Socio Líder de Assurance en PwC México

Se transforman los procesos de auditoría

Se intensificó el uso de las herramientas existentes para el intercambio de información de manera remota, dice Ricardo Moreno.

Las fechas límite para entregar los estados financieros de una empresa pública no cambiaron debido a la pandemia, tampoco hubo excepciones para el cumplimiento de normas nacionales o internacionales. Sin embargo, los procesos de auditoría sí se transformaron: se intensificó el uso de las herramientas existentes para el intercambio de información de manera remota y se fortalecieron las habilidades del talento, junto con el liderazgo en los proyectos.

Lo anterior es un cambio significativo que sin duda permanecerá. Anteriormente, durante las auditorías, el intercambio de información y documentos se llevaba a cabo de manera presencial; sin embargo, la necesidad de distanciamiento social impidió que esto sucediera. Para hacer frente a este desafío se han utilizado de manera más vehemente, no solo tecnologías de comunicación personal remota, también de transferencia totalmente segura de información que permite, en todo momento, conocer el estatus de una auditoría.

Este ecosistema ha permitido a las empresas incluso ser menos disruptivas durante la adaptación, porque los sistemas han logrado captar la información de todos los involucrados, no importando el lugar donde se encuentren. Además, a través de estos programas se otorgan permisos a los colaboradores para que puedan llevar a cabo ciertas acciones como cargar o descargar información, modificarla o solo revisarla.

Asimismo, estas herramientas han demostrado eficazmente que posibilitan el establecimiento de objetivos muy claros con límites específicos y total transparencia del ciclo. Esto permite que, a distancia, se pueda monitorear y supervisar cada una de las etapas de la auditoría y organizar juntas de seguimiento, incluso con restricciones sanitarias menos estrictas.

Por otro lado, una auditoría exige el cumplimiento de actividades secuenciales, es decir, no se pueden ejecutar ciertas acciones sin cumplir requisitos previos. Este escenario supuso otro desafío, porque debieron fortalecerse habilidades en el talento como la administración de grupos de manera virtual para alcanzar las metas establecidas. En este sentido, otras habilidades que también los equipos afianzaron fueron la gestión del tiempo, la organización y la comunicación con los pares y supervisores para agilizar los procesos, ya que una gran cantidad de las tareas se realizaba de manera presencial en una sala de juntas.

Como consecuencia del uso cada vez más intensivo de la tecnología −potencializado por la pandemia− también se creó una mayor consciencia en las empresas sobre la seguridad de los datos. Si bien las organizaciones supieron reinventarse ante este contexto, el reto persiste y deberán ser ágiles en la labor de robustecer sus métodos de seguridad.

Bajo esta idea, las empresas también deben reforzar la cultura de ciberseguridad entre los colaboradores.
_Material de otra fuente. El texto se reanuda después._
"""A PortAudio that misbehaves on command, and the devices that it pretends to have."""

from __future__ import annotations

import threading
import time
from types import SimpleNamespace
from typing import Any

import numpy as np
from numpy.typing import NDArray
from support.collecting import Collecting

RATE_HZ = 192_000
APIS = ["ALSA", "JACK Audio Connection Kit", "Windows WASAPI", "Core Audio", "MME", "ASIO"]


class PortAudioError(Exception):
    """Stands for sounddevice's own."""


class Stream:
    """A stream that never calls back, takes a write in a millisecond, and hangs when told to."""

    def __init__(self, **settings: Any) -> None:
        self.settings = settings
        self.taken: list[NDArray[np.float32]] = []
        self.error: Exception | None = None
        self.writing = self.torn = False
        self.moving, self.answering = threading.Event(), threading.Event()
        self.moving.set()
        self.answering.set()

    def start(self) -> None:
        pass

    def write(self, block: NDArray[np.float32]) -> bool:
        self.taken.append(block.copy())
        self.writing = True
        self.moving.wait(20.0)
        time.sleep(0.001)
        self.writing = False
        if self.error is not None:
            raise self.error
        return False

    def abort(self) -> None:
        self.torn = self.writing
        self.answering.wait(20.0)

    def close(self) -> None:
        pass


class CallingStream(Stream):
    """A stream whose device asks for 1024 frames every few milliseconds, until it is aborted."""

    outlet: Collecting

    def start(self) -> None:
        self._playing = threading.Event()
        self._thread = threading.Thread(target=self._call, daemon=True)
        self._thread.start()

    def abort(self) -> None:
        self._playing.set()
        self._thread.join()
        super().abort()

    def _call(self) -> None:
        block = np.zeros((1024, self.outlet.channels), np.float32)
        while not self._playing.wait(0.002):
            self.outlet.pull(block, 0)


class Library(SimpleNamespace):
    """As much of sounddevice as beamctl uses: (name, host api, channels) and two rates."""

    PortAudioError = PortAudioError
    WasapiSettings = CoreAudioSettings = dict

    def __init__(self, *entries: tuple[str, str, int]) -> None:
        self.entries = entries
        self.rescans = 0
        self.calling: type[Stream] = Stream
        self.streams: list[Stream] = []
        self._ffi = SimpleNamespace(cast=lambda kind, value: value)

    def query_hostapis(self) -> list[dict[str, str]]:
        return [{"name": api} for api in APIS if api in {entry[1] for entry in self.entries}]

    def query_devices(self) -> list[dict[str, Any]]:
        apis = [api["name"] for api in self.query_hostapis()]
        return [
            {
                "index": index,
                "name": name,
                "hostapi": apis.index(api),
                "max_output_channels": channels,
                "default_samplerate": 48_000.0,
            }
            for index, (name, api, channels) in enumerate(self.entries)
        ]

    def check_output_settings(self, **settings: Any) -> None:
        if settings["samplerate"] != RATE_HZ:
            raise PortAudioError("Invalid sample rate", -9997, (0, -22, "the host\nsays no"))

    def _initialize(self) -> None:
        self.rescans += 1

    def _terminate(self) -> None:
        pass

    def _exit_handler(self) -> None:
        pass

    def _StreamBase(self, kind: str, **settings: Any) -> Stream:
        self.streams.append(self.calling(**settings))
        return self.streams[-1]

    def OutputStream(self, **settings: Any) -> Stream:
        self.streams.append(Stream(**settings))
        return self.streams[-1]


def calling(library: Library, outlet: Collecting) -> Library:
    """Have the library's streams call back for samples of the outlet."""
    library.calling = type("Calling", (CallingStream,), {"outlet": outlet})
    return library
Además, como parte del entrenamiento, las empresas deben seguir estableciendo una serie de protocolos para que el talento detecte posibles amenazas sin importar el lugar donde se ubique.

La transformación en la forma de hacer negocios no se detendrá y, sin duda, el mecanismo para hacer una auditoría continuará evolucionando. Extraer información financiera y registros contables serán acciones cada vez más automatizadas −más de lo que ya son−. Llegará un momento en el que las auditorías se realizarán con un alto contenido tecnológico con extracción de datos y robots que ejecuten pruebas en tiempo real e identifiquen tendencias y mejores resultados. Esto demandará de los auditores mayor capacidad para emitir juicios, mejores interpretaciones y conclusiones.

La pandemia nos ha enseñado a ser más ágiles y más resilientes. Pero también nos ha mostrado el valor de la interacción humana que nunca podrá ser desplazada por la tecnología. De cara al futuro, las empresas deben encontrar el punto medio con el uso de herramientas tecnológicas y no subestimar la colaboración presencial con sus equipos de auditoría, tanto interna como externa; después de todo es la manera en la que se aprende a distinguir lo importante de lo superficial en la calidad de las auditorías.